The Biopieces are a collection of bioinformatics tools that can be pieced together in a very easy and flexible manner to perform both simple and complex tasks. The Biopieces work on a data stream in such a way that the data stream can be passed through several different Biopieces, each performing one specific task: modifying or adding records to the data stream, creating plots, or uploading data to databases and web services.
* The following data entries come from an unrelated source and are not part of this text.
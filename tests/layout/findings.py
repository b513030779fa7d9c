"""What a layout rule reports, and the files that the rules look at."""

from __future__ import annotations

import ast
import os
from collections.abc import Iterator
from dataclasses import dataclass
from fnmatch import fnmatch
from pathlib import Path

PYTHON_FOLDERS = ("config", "fleet", "reliability", "scripts", "tests")
PASSED_OVER = {".git", ".venv", "__pycache__", "data", "migrations", "node_modules", "staticfiles", "vendor"}


@dataclass(frozen=True, order=True)
class Finding:
    """One breach of a rule: where it is, and what to do about it."""

    path: str
    line: int
    remedy: str

    def __str__(self) -> str:
        return f"{self.path}:{self.line}: {self.remedy}"


def files(root: Path, *patterns: str, under: tuple[str, ...] = ("",)) -> Iterator[Path]:
    """Files of the project by pattern, without what others wrote or a machine made."""
    for start in under:
        for folder, subfolders, names in os.walk(root / start):
            subfolders[:] = sorted(name for name in subfolders if name not in PASSED_OVER)
            for name in sorted(names):
                if any(fnmatch(name, pattern) for pattern in patterns):
                    yield Path(folder, name)


def python_files(root: Path, *folders: str) -> Iterator[tuple[str, ast.Module]]:
    """Python files below the folders (all of the project's if none is named), read as syntax trees."""
    for path in files(root, "*.py", under=folders or PYTHON_FOLDERS):
        yield name_of(root, path), ast.parse(path.read_text(encoding="utf-8"), filename=str(path))


def name_of(root: Path, path: Path) -> str:
    return path.relative_to(root).as_posix()


def line_of(text: str, position: int) -> int:
    return text.count("\n", 0, position) + 1


def imported_modules(tree: ast.AST, package: str = "") -> Iterator[tuple[str, int]]:
    """Full names of everything imported anywhere in the tree, relative imports resolved against `package`."""
    for node in ast.walk(tree):
        if isinstance(node, ast.Import):
            for alias in node.names:
                yield alias.name, node.lineno
        elif isinstance(node, ast.ImportFrom):
            module = node.module or ""
            if node.level:
                above = package.split(".")[: len(package.split(".")) - node.level + 1]
                module = ".".join([*above, module] if module else above)
            for alias in node.names:
                yield f"{module}.{alias.name}", node.lineno


def package_of(name: str) -> str:
    """The dotted package in which the file `fleet/models/site.py` stands: `fleet.models`."""
    return ".".join(Path(name).parent.parts)


def belongs_to(module: str, *packages: str) -> bool:
    return any(module == package or module.startswith(package + ".") for package in packages)


def imports_when_read(tree: ast.Module) -> Iterator[tuple[str, int]]:
    """Imports that run when the file is imported: those outside functions and outside `if TYPE_CHECKING`."""
    waiting: list[ast.AST] = list(tree.body)
    while waiting:
        node = waiting.pop()
        if isinstance(node, ast.FunctionDef | ast.AsyncFunctionDef | ast.Lambda):
            continue
        if isinstance(node, ast.If) and "TYPE_CHECKING" in ast.unparse(node.test):
            waiting.extend(node.orelse)
            continue
        if isinstance(node, ast.Import | ast.ImportFrom):
            yield from imported_modules(ast.Module(body=[node], type_ignores=[]))
        else:
            waiting.extend(ast.iter_child_nodes(node))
The Biopieces are executed in a command line environment where the data stream is initialized by specific Biopieces which read data from files, databases, or web services, and output records to the data stream that is passed to downstream Biopieces until the data stream is terminated at the end of the analysis as outlined below:
The following example demonstrates how a Solexa deep sequencing experiment can be analyzed – including removal of adaptor sequence, determining the number of unique sequences, mapping to a specified genome, and uploading the data to the UCSC genome browser for further analysis:
read_solexa –i data.solexa | # Initialize data stream from a file. remove_adaptor -a TCGTATGCC -m 2 | # Remove adaptor sequence allowing for 2 mismatches. grab –e ‘ADAPTOR_POS > -1’ | # Get all entries where an adaptor sequence was found. count_vals –k SEQ | # Determine the occurrences of all sequences. uniq_vals –k SEQ | # Get all entries with a unique sequence. merge_vals –k SEQ_NAME,SEQ_COUNT | # Append the sequence count to the sequence name. vmatch_seq –g hg18 | # Map the sequences to the Human genome using Vmatch. upload_to_ucsc –d hg18 –t solexa_data –x # Upload the mapping results to the UCSC Genome Browser.
The advantage of the Biopieces is that a user can easily solve simple and complex tasks without having any programming experience. Moreover, since the data format used to pass data between Biopieces is text based, different developers can quickly create new Biopieces in their favorite programming language - and all the Biopieces will maintain compatibility.